Kino

Das Zeiträtsel

Ava DuVernays („Selma“) Verfilmung des Jugendbuchs „Die Zeitfalte“ von Madeleine L’Engle ist gründlich misslungen.

Aber sowas von. Was nicht nur daran liegt, dass alle todsicheren Bestandteile eines Kinder-Fantasyfilms aus dem Hause Disney so deutlich verwurstet wurden, dass es weh tut: Der liebevolle, aber verschwundene Papa – hier hat er sich als Wissenschaftler per Geisteskraft durchs Universum geschwurbelt –, die traurige Restfamilie aus Mama und den nerdigen Kindern Meg und Charles. Dann der Auftritt dreier guter Feen (mit Oprah Winfrey!), die Meg zeigen, wie man durch den Dimensionenschwurbel ins Universum reist, wo Papa festsitzt und das Böse in Gestalt eines schwarzen Tintenkleckses mit fiesen Tentakeln ganz doll Übles will und tut. Also heißt es: Papa retten, das Böse besiegen und wieder zurück nach Disneyland, äh, Kalifornien.

Das Zeiträtsel
Das Zeiträtsel.
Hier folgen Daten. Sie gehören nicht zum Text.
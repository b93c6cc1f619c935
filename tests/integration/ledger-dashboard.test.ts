// The Ledger dashboard against gifts and adoptions written straight into a throwaway database
// with known dates and amounts: month totals (refund, fee, dispute, months with nothing, UTC month
// edges), monthly supporters gained and lost, the failed-payments list, the reminder (one per
// payment per day, refused for anything not listed) and who may open the page and use its form.
import { isActionFailure, isHttpError } from '@sveltejs/kit';
import { and, count, eq, like } from 'drizzle-orm';
import { beforeAll, describe, expect, it } from 'vitest';
import type { SessionUser } from '$lib/server/auth/lucia';
import type { Role } from '$lib/roles';
import {
	adoptionLevels,
	adoptions,
	auditLog,
	gifts,
	outbox,
	patients,
	users,
	type AdoptionStatus
} from '$lib/server/db/schema';
import {
	dashboard,
	failedMonthlyGifts,
	giftsByMonth,
	ReminderRefused,
	sendPaymentReminder
} from '$lib/server/ledger/dashboard';
import { giftQuery, listGifts } from '$lib/server/ledger/gifts';
import { actions, load } from '../../src/routes/staff/ledger/dashboard/+page.server';
import { useTestDatabase } from '../setup/test-db';

process.env.MAIL_WORKER = 'off';
const db = useTestDatabase();

const ORIGIN = 'http://127.0.0.1:5173';
const NOW = new Date('2026-03-15T10:00:00Z');
const LEVEL = crypto.randomUUID();
// Invented patients.
const BRISA = crypto.randomUUID();
const CORAL = crypto.randomUUID();
const DUNA = crypto.randomUUID();

// Adoptions, with the month each one counts in for the supporters chart (Dec 2025 – Mar 2026).
const M1 = 'dash-m1'; // monthly, active, started Jan
const M2 = 'dash-m2'; // monthly, cancelled: started Dec, ended Feb
const M3 = 'dash-m3'; // monthly, ended Mar (started before the range)
const M4 = 'dash-m4'; // monthly, active, started 1 Feb 00:00 UTC; latest gift failed
const M5 = 'dash-m5'; // monthly, active, started Jan; a failed gift, then a paid one
const M6 = 'dash-m6'; // monthly, cancelled in Mar; latest gift failed
const M7 = 'dash-m7'; // monthly, active, started before the range; paid
const O1 = 'dash-o1'; // one-time, started Jan, ended Feb: in neither supporters count

const M4_FAILURE = 'Your card has insufficient funds.';

let staff: SessionUser;
let supporter: SessionUser;
let educator: SessionUser;

async function person(name: string, roles: Role[]) {
	const id = crypto.randomUUID();
	const email = `${name.split(' ')[0].toLowerCase()}-${id.slice(0, 6)}@example.test`;
	await db().insert(users).values({ id, email, name, emailVerified: true });
	return { id, email, name, roles } satisfies SessionUser;
}

function adoption(
	id: string,
	patientId: string,
	interval: 'month' | 'once',
	status: AdoptionStatus,
	startedAt: string,
	endedAt: string | null = null
) {
	return {
		id,
		patientId,
		levelId: LEVEL,
		kind: 'self' as const,
		status,
		interval,
		amountCents: 2000,
		currency: 'usd',
		supporterEmail: `${id}@example.test`,
		supporterName: `Supporter ${id.slice(-2).toUpperCase()}`,
		startedAt: new Date(startedAt),
		endedAt: endedAt ? new Date(endedAt) : null
	};
}

type GiftInsert = typeof gifts.$inferInsert;
function gift(id: string, adoptionId: string, fields: Partial<GiftInsert>): GiftInsert {
	return { id, adoptionId, currency: 'usd', status: 'paid', amountCents: 0, ...fields };
}

function event(user: SessionUser | null, form?: Record<string, string>) {
	const url = new URL('/staff/ledger/dashboard', ORIGIN);
	let request = new Request(url);
	if (form) {
		const body = new FormData();
		for (const [key, value] of Object.entries(form)) body.append(key, value);
		request = new Request(new URL('/staff/ledger/dashboard?/remind', ORIGIN), {
			method: 'POST',
			body
		});
	}
	return {
		request,
		url,
		locals: { user, session: null, requestId: 'test' },
		params: {},
		cookies: { get: () => undefined, set: () => {}, delete: () => {} },
		getClientAddress: () => '127.0.0.1'
	} as never;
}

async function statusOf(result: Promise<unknown>) {
	const thrown = await result.then(
		() => null,
		(err: unknown) => err
	);
	return isHttpError(thrown) ? thrown.status : thrown;
}

async function written() {
	const [[o], [a]] = await Promise.all([
		db().select({ n: count() }).from(outbox),
		db().select({ n: count() }).from(auditLog)
	]);
	return { outbox: o.n, audit: a.n };
}

beforeAll(async () => {
	staff = await person('Ledger Staff', ['development']);
	supporter = await person('Plain Supporter', ['supporter']);
	educator = await person('Newsroom Educator', ['educator']);
	const patient = (id: string, slug: string, name: string) => ({
		id,
		slug,
		name,
		species: 'green' as const,
		lifeStage: 'juvenile' as const,
		admittedOn: '2025-05-01',
		admissionReason: 'cold_stunning' as const
	});
	await db()
		.insert(patients)
		.values([
			patient(BRISA, 'dash-brisa', 'Brisa'),
			patient(CORAL, 'dash-coral', 'Coralina'),
			patient(DUNA, 'dash-duna', 'Duna')
		]);
	await db()
		.insert(adoptionLevels)
		.values({ id: LEVEL, slug: 'dash-level', name: 'Swell', amountCents: 2000, interval: 'month' });
	await db()
		.insert(adoptions)
		.values([
			adoption(M1, BRISA, 'month', 'active', '2026-01-05T09:00:00Z'),
			adoption(M2, CORAL, 'month', 'cancelled', '2025-12-10T12:00:00Z', '2026-02-20T12:00:00Z'),
			adoption(M3, CORAL, 'month', 'ended', '2025-10-01T12:00:00Z', '2026-03-02T12:00:00Z'),
			adoption(M4, BRISA, 'month', 'active', '2026-02-01T00:00:00Z'),
			adoption(M5, BRISA, 'month', 'active', '2026-01-20T12:00:00Z'),
			adoption(M6, CORAL, 'month', 'cancelled', '2025-09-01T12:00:00Z', '2026-03-10T12:00:00Z'),
			adoption(M7, DUNA, 'month', 'active', '2025-06-01T12:00:00Z'),
			adoption(O1, BRISA, 'once', 'ended', '2026-01-07T12:00:00Z', '2026-02-01T12:00:00Z')
		]);
	// Fees follow the payment service's published US card price, 2.9% + 30¢:
	// 10000 → 320, 5000 → 175, 3000 → 117, 2000 → 88.
	await db()
		.insert(gifts)
		.values([
			gift('dash-nov', M3, {
				amountCents: 3000,
				feeCents: 117,
				paidAt: new Date('2025-11-30T23:59:59Z')
			}),
			gift('dash-jan-a', M1, {
				amountCents: 10000,
				feeCents: 320,
				paidAt: new Date('2026-01-05T09:00:00Z')
			}),
			gift('dash-jan-b', O1, {
				status: 'partially_refunded',
				amountCents: 5000,
				feeCents: 175,
				refundedCents: 2000,
				paidAt: new Date('2026-01-31T23:30:00Z')
			}),
			gift('dash-feb-disputed', M2, {
				status: 'disputed',
				amountCents: 3000,
				feeCents: 117,
				paidAt: new Date('2026-02-01T00:00:00Z')
			}),
			gift('dash-m4-paid', M4, {
				amountCents: 2000,
				feeCents: 88,
				paidAt: new Date('2026-02-01T12:00:00Z')
			}),
			gift('dash-m5-failed', M5, {
				status: 'failed',
				amountCents: 2000,
				failureMessage: 'Your card was declined.',
				createdAt: new Date('2026-02-20T06:00:00Z')
			}),
			gift('dash-m5-paid', M5, {
				amountCents: 2000,
				feeCents: 88,
				paidAt: new Date('2026-03-01T00:00:00Z')
			}),
			gift('dash-m4-failed', M4, {
				status: 'failed',
				amountCents: 2000,
				failureMessage: M4_FAILURE,
				createdAt: new Date('2026-03-01T08:00:00Z')
			}),
			gift('dash-m6-failed', M6, {
				status: 'failed',
				amountCents: 2000,
				failureMessage: 'Your card has expired.',
				createdAt: new Date('2026-03-05T08:00:00Z')
			}),
			gift('dash-m7-paid', M7, {
				amountCents: 2000,
				feeCents: 88,
				paidAt: new Date('2025-06-01T12:00:00Z')
			}),
			// After the range: the dashboard ends with the month of `now`.
			gift('dash-apr', M2, {
				amountCents: 10000,
				feeCents: 320,
				paidAt: new Date('2026-04-01T00:00:00Z')
			})
		]);
	// A cheque recorded by hand: no fee, no adoption.
	await db()
		.insert(gifts)
		.values({
			id: 'dash-feb-cheque',
			source: 'manual',
			method: 'cheque',
			donorName: 'Cheque Giver',
			donorEmail: 'cheque.giver@example.test',
			status: 'paid',
			amountCents: 4000,
			currency: 'usd',
			paidAt: new Date('2026-02-14T12:00:00Z')
		});
});

describe('gifts and net revenue by month', () => {
	it('sums each UTC calendar month, with the empty one, oldest first', async () => {
		const months = await giftsByMonth(4, NOW);
		// Hand-computed from the gifts above; net = gross − refunds − fees − disputed amounts.
		expect(months).toEqual([
			{ month: '2025-12', gifts: 0, grossCents: 0, netRevenueCents: 0 },
			// 10000 + 5000 = 15000; 15000 − 2000 refund − (320 + 175) fees = 12505
			{ month: '2026-01', gifts: 2, grossCents: 15000, netRevenueCents: 12505 },
			// 3000 disputed + 4000 cheque + 2000 = 9000; 9000 − (117 + 88) fees − 3000 disputed = 5795
			{ month: '2026-02', gifts: 3, grossCents: 9000, netRevenueCents: 5795 },
			// 2000 − 88 = 1912; failed renewals are not gifts
			{ month: '2026-03', gifts: 1, grossCents: 2000, netRevenueCents: 1912 }
		]);
	});

	it('agrees with the Ledger gift list on the gross of each month', async () => {
		// A second, independent sum: the gifts table's own totals for the same dates.
		const ranges = [
			['2026-01-01', '2026-01-31'],
			['2026-02-01', '2026-02-28'],
			['2026-03-01', '2026-03-31']
		];
		const months = await giftsByMonth(3, NOW);
		for (const [i, [from, to]] of ranges.entries()) {
			const listed = await listGifts(giftQuery.parse({ from, to, pageSize: '200' }));
			expect(months[i].grossCents).toBe(listed.totals.amountCents);
		}
	});

	it('gives twelve months by default, ending with the month of now', async () => {
		const { byMonth } = await dashboard(undefined, NOW);
		expect(byMonth.map((m) => m.month)).toEqual([
			'2025-04',
			'2025-05',
			'2025-06',
			'2025-07',
			'2025-08',
			'2025-09',
			'2025-10',
			'2025-11',
			'2025-12',
			'2026-01',
			'2026-02',
			'2026-03'
		]);
		expect(byMonth.find((m) => m.month === '2025-06')).toMatchObject({
			gifts: 1,
			grossCents: 2000,
			netRevenueCents: 1912
		});
		expect(byMonth.find((m) => m.month === '2025-11')?.gifts).toBe(1);
	});

	it('crosses a year end from January', async () => {
		const months = await giftsByMonth(2, new Date('2026-01-01T00:00:00Z'));
		expect(months.map((m) => m.month)).toEqual(['2025-12', '2026-01']);
	});
});

describe('monthly supporters gained and lost', () => {
	it('counts monthly adoptions started and ended in each month', async () => {
		const { supporters } = await dashboard(4, NOW);
		expect(supporters).toEqual([
			{ month: '2025-12', newMonthly: 1, lostMonthly: 0 }, // M2 started
			{ month: '2026-01', newMonthly: 2, lostMonthly: 0 }, // M1, M5 (O1 is one-time)
			{ month: '2026-02', newMonthly: 1, lostMonthly: 1 }, // M4 started; M2 cancelled
			{ month: '2026-03', newMonthly: 0, lostMonthly: 2 } // M3 ended, M6 cancelled
		]);
	});
});

describe('failed monthly gifts to follow up', () => {
	it('lists an active monthly adoption whose latest gift failed, and no other', async () => {
		const { failedToFollowUp } = await dashboard(4, NOW);
		expect(failedToFollowUp).toEqual([
			{
				adoptionId: M4,
				giftId: 'dash-m4-failed',
				supporterName: 'Supporter M4',
				supporterEmail: `${M4}@example.test`,
				patientId: BRISA,
				patientName: 'Brisa',
				amountCents: 2000,
				currency: 'usd',
				failureMessage: M4_FAILURE,
				failedOn: '2026-03-01',
				remindedToday: false
			}
		]);
		const ids = failedToFollowUp.map((f) => f.adoptionId);
		expect(ids).not.toContain(M5); // paid after it failed
		expect(ids).not.toContain(M6); // cancelled
	});

	it('ranks patients by active adoptions, with their gifts net of refunds', async () => {
		const { topPatients } = await dashboard(4, NOW);
		expect(topPatients).toEqual([
			// M1, M4, M5 active. 10000 + (5000 − 2000) + 2000 + 2000 = 17000 (failed ones left out)
			{ patientId: BRISA, patientName: 'Brisa', activeAdoptions: 3, giftCents: 17000 },
			{ patientId: DUNA, patientName: 'Duna', activeAdoptions: 1, giftCents: 2000 }
		]);
	});
});

describe('sendPaymentReminder', () => {
	it('queues one reminder to the supporter with the failure message, once a day', async () => {
		const before = await written();
		expect(await sendPaymentReminder(M4, staff.id, NOW)).toBe(true);
		const rows = await db()
			.select()
			.from(outbox)
			.where(like(outbox.dedupeKey, 'payment-reminder:%'));
		expect(rows).toHaveLength(1);
		expect(rows[0]).toMatchObject({
			dedupeKey: 'payment-reminder:dash-m4-failed:2026-03-15',
			toAddress: `${M4}@example.test`,
			category: 'transactional',
			status: 'pending'
		});
		expect(rows[0].text).toContain(M4_FAILURE);
		expect(rows[0].text).toContain('Brisa');
		expect(rows[0].text).toContain('$20.00');
		const audits = await db()
			.select()
			.from(auditLog)
			.where(
				and(eq(auditLog.action, 'gift.reminder_sent'), eq(auditLog.subject, 'dash-m4-failed'))
			);
		expect(audits).toHaveLength(1);
		expect(audits[0].actorId).toBe(staff.id);
		expect(await written()).toEqual({ outbox: before.outbox + 1, audit: before.audit + 1 });

		// A second click the same day (a little later) queues nothing.
		expect(await sendPaymentReminder(M4, staff.id, new Date('2026-03-15T22:00:00Z'))).toBe(false);
		expect(await written()).toEqual({ outbox: before.outbox + 1, audit: before.audit + 1 });
		const [listed] = (await dashboard(4, NOW)).failedToFollowUp;
		expect(listed.remindedToday).toBe(true);

		// The next day another one may go.
		const nextDay = new Date('2026-03-16T08:00:00Z');
		expect((await failedMonthlyGifts(nextDay))[0].remindedToday).toBe(false);
		expect(await sendPaymentReminder(M4, staff.id, nextDay)).toBe(true);
		expect(await written()).toEqual({ outbox: before.outbox + 2, audit: before.audit + 2 });
	});

	it('refuses an adoption that is not listed and writes nothing', async () => {
		const before = await written();
		for (const id of [M5, M6, M1, O1, 'no-such-adoption']) {
			await expect(sendPaymentReminder(id, staff.id, NOW)).rejects.toBeInstanceOf(ReminderRefused);
		}
		expect(await written()).toEqual(before);
	});
});

describe('the dashboard page', () => {
	it('is closed to supporters and educators', async () => {
		const before = await written();
		for (const user of [supporter, educator]) {
			expect(await statusOf(Promise.resolve(load(event(user))))).toBe(403);
			expect(await statusOf(Promise.resolve(actions.remind(event(user, { adoptionId: M4 }))))).toBe(
				403
			);
		}
		expect(await written()).toEqual(before);
	});

	it('shows development staff the figures', async () => {
		const data = (await load(event(staff))) as Awaited<ReturnType<typeof dashboard>> & {
			currency: string;
		};
		expect(data.currency).toBe('USD');
		expect(data.byMonth).toHaveLength(12);
		const order = data.byMonth.map((m) => m.month);
		expect(order).toEqual([...order].sort());
		expect(data.supporters.map((m) => m.month)).toEqual(order);
		expect(data.failedToFollowUp.map((f) => f.adoptionId)).toEqual([M4]);
		expect(data.topPatients[0].patientName).toBe('Brisa');
	});

	it('sends a reminder from the form, and refuses an adoption that is not listed', async () => {
		const before = await written();
		const sent = await actions.remind(event(staff, { adoptionId: M4 }));
		expect(isActionFailure(sent)).toBe(false);
		expect(sent).toMatchObject({
			adoptionId: M4,
			done: expect.stringContaining('Reminder queued')
		});
		expect(await written()).toEqual({ outbox: before.outbox + 1, audit: before.audit + 1 });

		const again = await actions.remind(event(staff, { adoptionId: M4 }));
		expect(again).toMatchObject({ done: expect.stringContaining('already went out today') });

		const refused = await actions.remind(event(staff, { adoptionId: M6 }));
		expect(isActionFailure(refused)).toBe(true);
		if (isActionFailure(refused)) {
			expect(refused.status).toBe(400);
			expect((refused.data as { message?: string } | undefined)?.message).toMatch(
				/not on the list/
			);
		}
		const empty = await actions.remind(event(staff, { adoptionId: ' ' }));
		expect(isActionFailure(empty) && empty.status).toBe(400);
		expect(await written()).toEqual({ outbox: before.outbox + 1, audit: before.audit + 1 });
	});
});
Mit Oprah Winfrey. Trotzdem misslungen
Foto: WDS

Unsäglich platte Dialoge und die kitschige Computerspielgrafik lenken die Aufmerksamkeit alsbald auf die ständig wechselnden abstrusen Frisuren, pompösen Klamotten und das gruselige Billig-Make-up der drei Feen. Man fragt sich, was der Flug auf dem fliegenden Grünkohldingens soll und warum Zach Galifinakis als Medium allein in einer Höhle aus lauter Wackelsteinen lebt, und wieso …

Ach, egal, die Kinder sind so nervig wie die CGI-Effekte mies und die Gefühle klebrig, und so wünscht man sich alsbald den fiesen schwarzen Tintenklecks herbei, damit er das qualvolle Treiben verschlingen möge. Oder dass Papa, wie Megs Lehrerin zu Anfang vermutet, doch nach Tijuana abgehauen ist. Der Film wäre garantiert unterhaltsamer ausgefallen als dieser offensichtlich völlig überambitionierte Fantasyquark.

A Wrinkle In Time (OT) USA 2018, 109 Min., R: Ava DuVernay, D: Storm Reid, Oprah Winfrey, Reese Witherspoon, Chris Pine, Start: 5.4.